[Dataset entries]

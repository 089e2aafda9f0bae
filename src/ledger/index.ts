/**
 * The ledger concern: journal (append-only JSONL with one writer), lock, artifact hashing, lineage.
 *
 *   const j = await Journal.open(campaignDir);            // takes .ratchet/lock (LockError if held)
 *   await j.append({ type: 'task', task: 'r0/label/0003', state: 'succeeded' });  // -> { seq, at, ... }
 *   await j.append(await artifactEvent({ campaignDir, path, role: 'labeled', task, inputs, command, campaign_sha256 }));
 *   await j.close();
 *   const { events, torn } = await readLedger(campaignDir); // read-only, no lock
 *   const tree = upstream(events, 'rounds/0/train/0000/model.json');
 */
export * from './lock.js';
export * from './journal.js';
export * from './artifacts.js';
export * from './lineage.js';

To do
A reply should hold exactly the lines from the one containing "filename src/ledger/index.ts" through the end of the data above, nothing more.

Result
filename src/ledger/index.ts
/**
 * The ledger concern: journal (append-only JSONL with one writer), lock, artifact hashing, lineage.
 *
 *   const j = await Journal.open(campaignDir);            // takes .ratchet/lock (LockError if held)
 *   await j.append({ type: 'task', task: 'r0/label/0003', state: 'succeeded' });  // -> { seq, at, ... }
 *   await j.append(await artifactEvent({ campaignDir, path, role: 'labeled', task, inputs, command, campaign_sha256 }));
 *   await j.close();
 *   const { events, torn } = await readLedger(campaignDir); // read-only, no lock
 *   const tree = upstream(events, 'rounds/0/train/0000/model.json');
 */
export * from './lock.js';
export * from './journal.js';
export * from './artifacts.js';
export * from './lineage.js';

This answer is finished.